# Shaking Discus?



## CloudySky (Apr 22, 2010)

Hi,

Recently, I noticed two of my discus going beside each other and start shaking their tail at each other. Also, prior to this happening, the red turk was being chased around by the checkerboard pigeon, which is slightly bigger. However, this has stopped. Any ideas what this means? Should I be concerned? Thanks,

Harry


----------



## Smiladon (Apr 23, 2010)

It means good news. You could end up finding some Discus eggs soon


----------



## target (Apr 21, 2010)

The shaking could be them pairing up. Are they mature discus? Or, it could just be a pecking order thing. Mine will go nose to nose like they are kissing, or beside each other and flick each other with their tails.
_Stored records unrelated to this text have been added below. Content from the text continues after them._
FAULT_AT_180 = (s(0, WARM), s(179, fb(0.0)), s(180, fb(0.0)))
# feedback_timeout 3 min and feedback_tolerance 10 % are site choices (BASE_RULES).
ACTUATOR_FEEDBACK = [
    Case(
        "feedback-off-within-timeout",
        FAULT_AT_180[:2],
        Expect(Mode.FREE_COOLING, Layer.COMFORT, Cause.COMFORT, both(0.6)),
    ),
    Case(
        "feedback-off-at-timeout-closes",
        FAULT_AT_180,
        Expect(
            Mode.PROTECTED,
            Layer.PROTECTION,
            Cause.ACTUATOR,
            {"low": 0.0, "high": 0.6},
            ("capped: actuator fault: low reads 0 %, commanded 60 %; closing and holding closed",),
            ("actuator fault low",),
        ),
    ),
    Case(
        "latched-while-feedback-disagrees",
        (*FAULT_AT_180, s(240, fb(0.6))),
        Expect(
            Mode.PROTECTED,
            Layer.PROTECTION,
            Cause.ACTUATOR,
            {"low": 0.0, "high": 0.6},
            ("low reads 60 %, commanded 0 %",),
        ),
    ),
    Case(
        "latched-while-feedback-unknown",
        (*FAULT_AT_180, s(240, fb(None)), s(3600, fb(None, stale=["low_feedback"]))),
        Expect(
            Mode.PROTECTED,
            Layer.PROTECTION,
            Cause.ACTUATOR,
            {"low": 0.0, "high": 0.6},
            ("low not at its command since 10:03",),
        ),
    ),
    Case(
        "clears-when-feedback-agrees-then-minimum-closed-time",
        (*FAULT_AT_180, s(240, fb(0.6)), s(300, fb(0.05))),
        Expect(
            Mode.HELD,
            Layer.ACTUATOR_CARE,
            Cause.ACTUATOR_CARE,
            {"low": 0.0, "high": 0.6},
            ("held: low at 0 % (closed since 10:03, minimum time closed 10 min)",),
            ("actuator low back at its command",),
        ),
    ),
    Case(
        "feedback-within-tolerance",
        (s(0, WARM), s(180, fb(0.5))),
        Expect(Mode.FREE_COOLING, Layer.COMFORT, Cause.COMFORT, both(0.6)),
    ),
    Case(
        "stale-feedback-never-trips",
        (s(0, WARM), s(600, fb(0.0, stale=["low_feedback"]))),
        Expect(Mode.FREE_COOLING, Layer.COMFORT, Cause.COMFORT, both(0.6)),
    ),
]


@table(ACTUATOR_FEEDBACK)
def test_actuator_feedback(case: Case) -> None:
    check(run_case(case), case.expect)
They don't harm each other, and my smallest stands up to the biggest without problem.


----------



## CloudySky (Apr 22, 2010)

Really!?!? They could be pairing up? I don't think it's pecking order, 'cos the checkerboard stopped bullying the red turk (generally bumping it with his mouth) around the same time this started.


----------



## target (Apr 21, 2010)

Then most likely paring up. Watch to see if they start cleaning off a flat surface and chasing everyone else out of the area.


----------



## CloudySky (Apr 22, 2010)

They are about 4" each, and I got them from April's about 2 month's ago. Is that mature for a discus?


----------



## April (Apr 21, 2010)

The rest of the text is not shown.